* Problem to solve:
Where a line below holds the string "MEASURES", copy that line.

==========

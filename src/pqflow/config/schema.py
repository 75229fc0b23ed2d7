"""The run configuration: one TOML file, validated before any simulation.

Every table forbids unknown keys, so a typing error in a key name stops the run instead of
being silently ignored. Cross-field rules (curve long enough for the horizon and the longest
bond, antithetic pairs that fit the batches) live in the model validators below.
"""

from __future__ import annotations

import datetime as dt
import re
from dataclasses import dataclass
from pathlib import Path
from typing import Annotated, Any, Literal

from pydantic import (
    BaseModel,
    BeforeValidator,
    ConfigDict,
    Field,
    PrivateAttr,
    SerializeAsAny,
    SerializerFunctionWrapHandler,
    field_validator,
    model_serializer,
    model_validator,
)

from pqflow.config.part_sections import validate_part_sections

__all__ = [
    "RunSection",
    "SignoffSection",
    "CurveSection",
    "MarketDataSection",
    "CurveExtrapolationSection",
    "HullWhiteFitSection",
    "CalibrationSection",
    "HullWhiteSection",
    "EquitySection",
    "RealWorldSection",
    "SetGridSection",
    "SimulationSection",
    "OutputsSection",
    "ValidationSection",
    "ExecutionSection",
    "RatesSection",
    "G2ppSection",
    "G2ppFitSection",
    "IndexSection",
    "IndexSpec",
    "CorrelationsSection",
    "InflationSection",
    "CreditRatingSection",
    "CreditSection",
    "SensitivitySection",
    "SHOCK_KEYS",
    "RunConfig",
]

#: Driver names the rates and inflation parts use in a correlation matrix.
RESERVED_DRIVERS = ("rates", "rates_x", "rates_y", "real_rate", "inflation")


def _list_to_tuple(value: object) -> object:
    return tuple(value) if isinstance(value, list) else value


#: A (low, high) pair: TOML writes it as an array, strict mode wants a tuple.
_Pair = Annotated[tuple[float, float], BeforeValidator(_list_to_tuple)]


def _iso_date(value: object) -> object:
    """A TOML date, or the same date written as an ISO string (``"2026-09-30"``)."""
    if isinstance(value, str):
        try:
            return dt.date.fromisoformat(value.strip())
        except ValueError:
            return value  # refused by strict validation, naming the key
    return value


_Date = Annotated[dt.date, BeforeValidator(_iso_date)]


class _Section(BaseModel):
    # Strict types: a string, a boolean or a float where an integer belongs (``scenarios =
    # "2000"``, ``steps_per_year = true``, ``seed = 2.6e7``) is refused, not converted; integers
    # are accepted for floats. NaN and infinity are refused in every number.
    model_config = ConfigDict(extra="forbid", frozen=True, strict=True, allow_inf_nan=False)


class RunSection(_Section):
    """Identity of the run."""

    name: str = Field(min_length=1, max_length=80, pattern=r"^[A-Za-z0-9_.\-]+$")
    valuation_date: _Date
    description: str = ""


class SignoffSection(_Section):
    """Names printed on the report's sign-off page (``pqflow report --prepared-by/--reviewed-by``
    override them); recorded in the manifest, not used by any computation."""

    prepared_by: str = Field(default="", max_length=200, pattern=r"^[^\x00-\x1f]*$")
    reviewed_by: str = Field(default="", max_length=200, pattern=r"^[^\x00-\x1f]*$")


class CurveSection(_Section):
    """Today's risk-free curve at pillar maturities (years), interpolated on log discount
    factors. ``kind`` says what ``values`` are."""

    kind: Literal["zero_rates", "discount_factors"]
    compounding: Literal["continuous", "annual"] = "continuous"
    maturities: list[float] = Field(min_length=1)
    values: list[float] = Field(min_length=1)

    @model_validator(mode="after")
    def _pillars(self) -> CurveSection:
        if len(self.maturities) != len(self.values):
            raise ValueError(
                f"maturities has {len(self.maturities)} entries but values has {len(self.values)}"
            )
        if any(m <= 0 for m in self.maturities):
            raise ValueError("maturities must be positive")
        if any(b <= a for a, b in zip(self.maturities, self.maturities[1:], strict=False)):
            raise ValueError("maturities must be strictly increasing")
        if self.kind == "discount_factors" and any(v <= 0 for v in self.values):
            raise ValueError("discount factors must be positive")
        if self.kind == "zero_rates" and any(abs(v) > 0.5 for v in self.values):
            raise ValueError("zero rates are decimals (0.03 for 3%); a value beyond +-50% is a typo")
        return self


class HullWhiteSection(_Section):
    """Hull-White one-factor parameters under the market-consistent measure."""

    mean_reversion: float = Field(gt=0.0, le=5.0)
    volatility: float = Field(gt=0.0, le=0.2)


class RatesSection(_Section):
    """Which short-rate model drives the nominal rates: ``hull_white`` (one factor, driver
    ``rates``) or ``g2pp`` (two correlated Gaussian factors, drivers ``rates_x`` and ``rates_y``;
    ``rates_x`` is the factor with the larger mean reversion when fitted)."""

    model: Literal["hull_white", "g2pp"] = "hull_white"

==========

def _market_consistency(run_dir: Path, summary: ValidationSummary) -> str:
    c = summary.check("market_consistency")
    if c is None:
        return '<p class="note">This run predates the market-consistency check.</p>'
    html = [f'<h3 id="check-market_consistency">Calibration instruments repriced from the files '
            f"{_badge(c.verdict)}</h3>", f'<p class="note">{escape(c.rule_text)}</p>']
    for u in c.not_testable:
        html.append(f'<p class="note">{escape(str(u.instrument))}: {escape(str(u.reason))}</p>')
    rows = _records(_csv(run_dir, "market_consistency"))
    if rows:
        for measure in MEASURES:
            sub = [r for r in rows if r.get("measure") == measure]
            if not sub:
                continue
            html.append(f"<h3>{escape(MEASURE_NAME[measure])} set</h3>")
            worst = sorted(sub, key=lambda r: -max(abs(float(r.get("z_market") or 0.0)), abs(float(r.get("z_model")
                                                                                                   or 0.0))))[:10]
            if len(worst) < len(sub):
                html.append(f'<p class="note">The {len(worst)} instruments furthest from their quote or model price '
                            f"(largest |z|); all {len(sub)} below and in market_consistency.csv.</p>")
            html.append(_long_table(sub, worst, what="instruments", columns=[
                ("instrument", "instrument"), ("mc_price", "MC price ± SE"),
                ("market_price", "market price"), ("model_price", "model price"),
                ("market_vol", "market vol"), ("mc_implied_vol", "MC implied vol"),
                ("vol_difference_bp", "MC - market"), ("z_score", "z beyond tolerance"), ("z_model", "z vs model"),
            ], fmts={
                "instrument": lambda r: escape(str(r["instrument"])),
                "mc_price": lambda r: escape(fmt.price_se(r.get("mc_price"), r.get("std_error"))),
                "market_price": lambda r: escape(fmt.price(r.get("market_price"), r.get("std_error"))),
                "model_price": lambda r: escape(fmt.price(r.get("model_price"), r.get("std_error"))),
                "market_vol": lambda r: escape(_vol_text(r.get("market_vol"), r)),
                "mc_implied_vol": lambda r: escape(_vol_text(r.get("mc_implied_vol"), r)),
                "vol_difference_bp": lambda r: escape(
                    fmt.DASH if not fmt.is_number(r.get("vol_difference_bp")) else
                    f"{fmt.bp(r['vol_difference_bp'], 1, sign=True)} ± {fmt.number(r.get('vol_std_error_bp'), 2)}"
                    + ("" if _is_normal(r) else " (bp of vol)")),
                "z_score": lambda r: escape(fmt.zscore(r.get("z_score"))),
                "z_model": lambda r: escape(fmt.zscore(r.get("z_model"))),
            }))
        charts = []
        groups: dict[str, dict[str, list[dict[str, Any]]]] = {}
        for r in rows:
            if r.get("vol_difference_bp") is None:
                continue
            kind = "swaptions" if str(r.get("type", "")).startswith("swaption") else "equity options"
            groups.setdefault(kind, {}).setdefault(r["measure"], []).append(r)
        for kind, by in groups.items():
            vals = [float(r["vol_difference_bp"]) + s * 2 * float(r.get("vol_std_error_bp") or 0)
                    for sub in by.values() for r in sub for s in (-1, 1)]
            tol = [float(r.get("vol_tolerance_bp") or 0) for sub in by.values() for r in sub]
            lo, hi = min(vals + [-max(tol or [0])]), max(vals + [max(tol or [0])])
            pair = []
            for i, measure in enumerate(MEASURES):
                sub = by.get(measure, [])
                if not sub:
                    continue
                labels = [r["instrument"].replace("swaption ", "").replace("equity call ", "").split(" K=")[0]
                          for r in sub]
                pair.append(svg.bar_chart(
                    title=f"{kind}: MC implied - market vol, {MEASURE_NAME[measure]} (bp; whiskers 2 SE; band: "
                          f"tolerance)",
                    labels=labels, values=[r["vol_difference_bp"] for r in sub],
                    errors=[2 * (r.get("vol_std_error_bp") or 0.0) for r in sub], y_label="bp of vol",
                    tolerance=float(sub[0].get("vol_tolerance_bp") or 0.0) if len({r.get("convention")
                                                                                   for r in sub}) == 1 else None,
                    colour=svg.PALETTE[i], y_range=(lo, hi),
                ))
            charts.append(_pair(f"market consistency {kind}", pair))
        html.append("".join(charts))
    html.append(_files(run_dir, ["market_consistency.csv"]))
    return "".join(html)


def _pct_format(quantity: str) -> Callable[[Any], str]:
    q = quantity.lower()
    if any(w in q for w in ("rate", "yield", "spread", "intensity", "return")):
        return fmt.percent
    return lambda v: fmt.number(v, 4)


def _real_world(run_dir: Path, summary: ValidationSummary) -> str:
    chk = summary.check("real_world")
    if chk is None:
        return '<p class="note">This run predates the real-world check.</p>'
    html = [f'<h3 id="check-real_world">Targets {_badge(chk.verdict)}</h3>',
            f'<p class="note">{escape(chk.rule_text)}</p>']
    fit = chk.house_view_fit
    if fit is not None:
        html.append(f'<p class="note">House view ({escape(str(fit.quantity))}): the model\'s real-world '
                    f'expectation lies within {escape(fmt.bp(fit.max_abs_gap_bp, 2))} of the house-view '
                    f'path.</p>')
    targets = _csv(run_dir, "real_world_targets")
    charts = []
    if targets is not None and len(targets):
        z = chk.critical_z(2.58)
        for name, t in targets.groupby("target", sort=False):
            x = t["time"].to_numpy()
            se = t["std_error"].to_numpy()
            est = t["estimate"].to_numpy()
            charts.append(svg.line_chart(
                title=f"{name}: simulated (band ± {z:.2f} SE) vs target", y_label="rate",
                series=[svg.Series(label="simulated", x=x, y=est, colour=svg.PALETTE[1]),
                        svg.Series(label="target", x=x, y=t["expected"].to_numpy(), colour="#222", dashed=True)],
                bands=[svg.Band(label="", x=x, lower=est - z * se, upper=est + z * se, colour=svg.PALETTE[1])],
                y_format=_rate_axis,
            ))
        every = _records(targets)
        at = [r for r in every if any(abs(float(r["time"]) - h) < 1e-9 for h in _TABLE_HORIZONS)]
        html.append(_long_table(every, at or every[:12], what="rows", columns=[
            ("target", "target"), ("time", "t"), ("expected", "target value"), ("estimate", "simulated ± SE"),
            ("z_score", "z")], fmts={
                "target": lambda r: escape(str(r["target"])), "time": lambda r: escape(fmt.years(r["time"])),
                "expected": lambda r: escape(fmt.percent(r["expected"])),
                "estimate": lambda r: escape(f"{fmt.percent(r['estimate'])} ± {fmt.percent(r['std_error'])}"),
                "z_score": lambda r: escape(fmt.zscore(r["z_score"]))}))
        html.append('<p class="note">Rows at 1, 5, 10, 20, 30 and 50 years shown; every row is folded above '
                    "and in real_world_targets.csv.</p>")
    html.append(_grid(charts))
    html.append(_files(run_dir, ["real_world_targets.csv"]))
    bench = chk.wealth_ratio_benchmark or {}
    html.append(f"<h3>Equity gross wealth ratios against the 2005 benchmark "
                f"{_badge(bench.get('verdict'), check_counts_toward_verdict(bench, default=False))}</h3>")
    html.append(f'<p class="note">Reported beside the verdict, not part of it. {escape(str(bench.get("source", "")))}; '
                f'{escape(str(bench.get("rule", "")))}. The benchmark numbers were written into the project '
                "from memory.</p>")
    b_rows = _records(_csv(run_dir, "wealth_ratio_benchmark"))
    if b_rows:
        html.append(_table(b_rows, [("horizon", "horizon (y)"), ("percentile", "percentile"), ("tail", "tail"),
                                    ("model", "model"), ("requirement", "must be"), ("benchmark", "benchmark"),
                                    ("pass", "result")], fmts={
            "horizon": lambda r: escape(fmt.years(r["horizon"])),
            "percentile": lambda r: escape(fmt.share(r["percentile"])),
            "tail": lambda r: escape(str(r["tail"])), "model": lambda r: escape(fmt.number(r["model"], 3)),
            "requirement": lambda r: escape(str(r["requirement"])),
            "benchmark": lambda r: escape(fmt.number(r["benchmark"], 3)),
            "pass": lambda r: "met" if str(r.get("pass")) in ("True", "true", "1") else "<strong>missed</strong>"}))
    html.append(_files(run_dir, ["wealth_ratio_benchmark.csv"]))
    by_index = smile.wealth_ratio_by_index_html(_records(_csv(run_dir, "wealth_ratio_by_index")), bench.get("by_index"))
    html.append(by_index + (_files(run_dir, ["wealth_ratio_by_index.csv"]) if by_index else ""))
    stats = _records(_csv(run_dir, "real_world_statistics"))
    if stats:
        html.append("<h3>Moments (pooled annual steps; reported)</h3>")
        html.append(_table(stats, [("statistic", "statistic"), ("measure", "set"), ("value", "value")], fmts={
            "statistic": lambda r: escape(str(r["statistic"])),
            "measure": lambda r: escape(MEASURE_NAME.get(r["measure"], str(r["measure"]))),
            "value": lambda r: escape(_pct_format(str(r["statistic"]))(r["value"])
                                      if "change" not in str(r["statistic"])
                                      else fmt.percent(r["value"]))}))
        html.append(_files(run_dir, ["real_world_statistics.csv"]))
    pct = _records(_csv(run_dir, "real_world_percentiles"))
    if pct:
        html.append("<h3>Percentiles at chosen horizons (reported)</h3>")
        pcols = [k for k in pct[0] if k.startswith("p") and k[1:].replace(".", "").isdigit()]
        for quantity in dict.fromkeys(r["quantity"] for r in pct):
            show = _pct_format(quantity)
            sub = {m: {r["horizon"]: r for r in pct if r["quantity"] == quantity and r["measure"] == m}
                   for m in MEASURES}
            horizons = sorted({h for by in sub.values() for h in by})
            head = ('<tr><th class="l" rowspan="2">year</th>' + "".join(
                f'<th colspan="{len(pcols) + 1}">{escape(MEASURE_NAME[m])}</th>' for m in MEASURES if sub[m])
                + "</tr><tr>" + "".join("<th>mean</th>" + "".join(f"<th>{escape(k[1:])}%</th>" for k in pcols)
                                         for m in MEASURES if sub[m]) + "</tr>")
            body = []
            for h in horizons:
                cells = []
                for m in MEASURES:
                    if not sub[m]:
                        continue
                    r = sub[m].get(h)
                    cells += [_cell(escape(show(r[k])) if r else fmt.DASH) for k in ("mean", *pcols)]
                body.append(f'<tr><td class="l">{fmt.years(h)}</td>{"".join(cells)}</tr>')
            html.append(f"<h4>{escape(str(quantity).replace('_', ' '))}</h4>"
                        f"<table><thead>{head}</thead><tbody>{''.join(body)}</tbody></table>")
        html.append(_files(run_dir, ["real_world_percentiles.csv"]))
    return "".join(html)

==========

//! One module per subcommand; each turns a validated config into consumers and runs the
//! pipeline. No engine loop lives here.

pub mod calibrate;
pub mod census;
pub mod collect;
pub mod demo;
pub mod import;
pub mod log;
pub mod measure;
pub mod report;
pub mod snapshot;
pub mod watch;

==========

* Written answer:
        for measure in MEASURES:
            for i, measure in enumerate(MEASURES):
                   for m in MEASURES}
                f'<th colspan="{len(pcols) + 1}">{escape(MEASURE_NAME[m])}</th>' for m in MEASURES if sub[m])
                                         for m in MEASURES if sub[m]) + "</tr>")
                for m in MEASURES:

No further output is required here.